# Networking HR20-100



## Randino (Oct 12, 2007)

Quick question, possibly a dumb question. If I networked my HR20 by a CAT5 cable from the back of a wireless router, would the speed be the same as the wireless speed? Or would it be as fast as my DSL can do? I am assuming the wireless speed is slower than the DSL speed.


----------



## F1 Fan (Aug 28, 2007)

Randino said:


> Quick question, possibly a dumb question. If I networked my HR20 by a CAT5 cable from the back of a wireless router, would the speed be the same as the wireless speed? Or would it be as fast as my DSL can do? I am assuming the wireless speed is slower than the DSL speed.

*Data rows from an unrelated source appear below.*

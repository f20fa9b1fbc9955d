"""``benchsuite run``: run update rules on catalogue problems and tabulate iterations and time to targets.

With no arguments: every built-in rule on the small tier, a readable table
per instance x rule (status, iterations to each target with the theory bound
beside it -- "exceeded" marks a measured count above its bound, "below the lower bound" one
that no gradient-span method can achieve --, time per step,
time to the tightest target), the run stored under ``./results/runs/<id>/``
(created when missing; ``--out`` elsewhere) and appended to
``./results/history.sqlite``.

Exit codes (:data:`EPILOG`, also in ``run --help`` and the README): 0 when
every case ran cleanly -- ``reached``, ``partial`` and ``budget`` are
measurements, not failures, and so is ``unstable`` unless ``--strict``; 1
when some case ended ``error``, ``timeout`` or ``diverged`` (or, with
``--strict``, ``unstable``; with ``--sweep``, a diverged or unstable grid
point that was not selected is part of the search and does not count); 2 for
a usage error, including a rule that breaks the step contract (wrong shape or
dtype, no ``(x, state)`` tuple), reported once per rule; 130 on Ctrl-C and
143 on SIGTERM (finished cases kept, the run marked partial, ``--resume``
completes it).

Why ``unstable`` needs ``--strict`` to fail: it means the rule reached every
target and then ended the stay-converged horizon above the tightest one.
That is a property some correct rules have -- Nesterov's accelerated method
without restart is not monotone, Adam-type rules with a constant step hover
around the optimum -- and the default run shows it for the built-in
``nesterov`` and ``nadam``; each such case gets an explanation line.
"""

from __future__ import annotations

import argparse
import json
import math
import statistics
import sys
from collections.abc import Sequence
from typing import Any

HELP = "run update rules on catalogue problems: iterations, gradient calls and wall time to each target"

EPILOG = """\
Writes ./results/runs/<run-id>/ and appends to ./results/history.sqlite (--out DIR elsewhere).

exit codes:
  0    every case ran cleanly (reached, partial, budget and unstable are measurements,
       not failures; each unstable case is explained below the table)
  1    some case ended error, timeout or diverged, or unstable with --strict
       (with --sweep: only the selected grid points count for diverged/unstable)
  2    usage error, including a rule that breaks the step contract (reported once)
  130  interrupted (Ctrl-C); 143 terminated (SIGTERM): finished cases are kept,
       the run is marked partial, --resume RUN_ID completes it"""

#: case statuses that make ``run`` exit 1 ...
FAILED = ("error", "timeout", "diverged")
#: ... and with ``--strict``
STRICT_FAILED = (*FAILED, "unstable")
#: failures a sweep is expected to produce at its unselected grid points
_SWEEP_EXPECTED = ("diverged", "unstable")


def add_arguments(p: argparse.ArgumentParser) -> None:
    p.add_argument("--rule", action="append", default=[], metavar="R",
                   help="built-in rule name or package.module:attribute, optionally with its own "
                        "hyperparameters as printed in the tables: 'adam(lr=0.01, beta2=0.99)' (repeatable; "
                        "default: every built-in rule except adamw, whose weight decay moves the minimiser)")
    p.add_argument("--param", action="append", default=[], metavar="NAME=VALUE",
                   help="hyperparameter, applied to every --rule given (repeatable)")
    p.add_argument("--problems", metavar="SELECTOR",
                   help="comma-separated names or globs, or a NIST StRD .dat file (default: the whole tier)")
    p.add_argument("--tier", default="small", choices=("small", "medium", "large", "all"),
                   help="catalogue tier (default small; all: every tier)")
    p.add_argument("--catalogue", action="append", default=[], metavar="PATH",
                   help="extra catalogue file or folder (repeatable)")
    p.add_argument("--batch", type=int, metavar="B",
                   help="minibatch oracle with B samples per step (finite-sum problems; others are skipped)")
    p.add_argument("--replace", action=argparse.BooleanOptionalAction, default=True,
                   help="minibatches drawn with replacement (default) or, with --no-replace, reshuffled each epoch")
    p.add_argument("--seeds", type=int, metavar="N", help="seeds per stochastic case (default 5)")
    p.add_argument("--budget", type=int, metavar="K", help="iteration budget for every case (default: the instance's)")
    p.add_argument("--sweep", metavar="NAME=LO:HI:N",
                   help="log grid of a numeric hyperparameter, e.g. lr=1e-4:1:9; the best value per problem is selected")
    p.add_argument("--params-from", metavar="RUN_ID", help="reuse the sweep selection of an earlier run")
    p.add_argument("--start", type=int, choices=(1, 2),
                   help="certified starting point of a NIST StRD file given by path in --problems (default 1)")
    p.add_argument("--dtype", choices=("float32", "float64"),
                   help="run every problem in this precision (default: as catalogued, float64 unless stated)")
    p.add_argument("--horizon", metavar="STEPS,MULT", default=None,
                   help="after the tightest target, run on max(STEPS, MULT x iterations so far) steps and require "
                        "the measure to stay below it (default 100,0.5)")
    p.add_argument("--jobs", type=int, metavar="N", help="worker processes for the monitored passes (default: cores)")
    p.add_argument("--threads", type=int, default=1, metavar="N", help="BLAS threads per process (default 1)")
    p.add_argument("--replays", type=int, default=5, metavar="N",
                   help="timing replays per case (default 5, more for short runs)")
    p.add_argument("--timeout", type=float, default=120.0, metavar="S",
                   help="wall-clock limit per monitored pass in seconds (default 120)")
    p.add_argument("--no-timing", action="store_true", help="skip the timing replays")
    p.add_argument("--strict", action="store_true",
                   help="exit 1 also when a case is unstable (reached every target, then ended above the tightest)")
    p.add_argument("--json", action="store_true", help="print the tidy table as JSON (floats at full precision; \"failed\" lists the cases behind exit 1)")
    p.add_argument("--out", default="results", metavar="DIR", help="results folder, created when missing (default ./results)")
    p.add_argument("--resume", metavar="RUN_ID", help="complete an interrupted run (its settings are reused)")
    p.add_argument("--cluster", metavar="ADDRESS",
                   help="Dask scheduler address (tcp://host:8786): run the passes and timing replays on its workers")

The wireless speed is faster than DSL speed (there are exceptions to that but for the majority it is true).

Also if you are using a wireless router with a hub/switch in it you are connecting at (usually) 100M which again is faster than (most) wireless speeds.

But to answer the question you didnt directly ask  Connect it up that way and you will be fine with downloads.


----------



## F1 Fan (Aug 28, 2007)

PS: Welcome to the forums.

:welcome_s


----------



## Randino (Oct 12, 2007)

Thanks for the welcome. Right now I have my HR20 connected via wireless router and a buffalo wireless ethernet converter. My wireless is connected at 54Mbps, and I'm pretty sure the DSL is coming in faster than that. If not, that would mean the router is speeding up what DSL is giving me, correct?


----------



## dbmaven (May 29, 2004)

Randino said:


> Thanks for the welcome. Right now I have my HR20 connected via wireless router and a buffalo wireless ethernet converter. My wireless is connected at 54Mbps, and I'm pretty sure the DSL is coming in faster than that. If not, that would mean the router is speeding up what DSL is giving me, correct?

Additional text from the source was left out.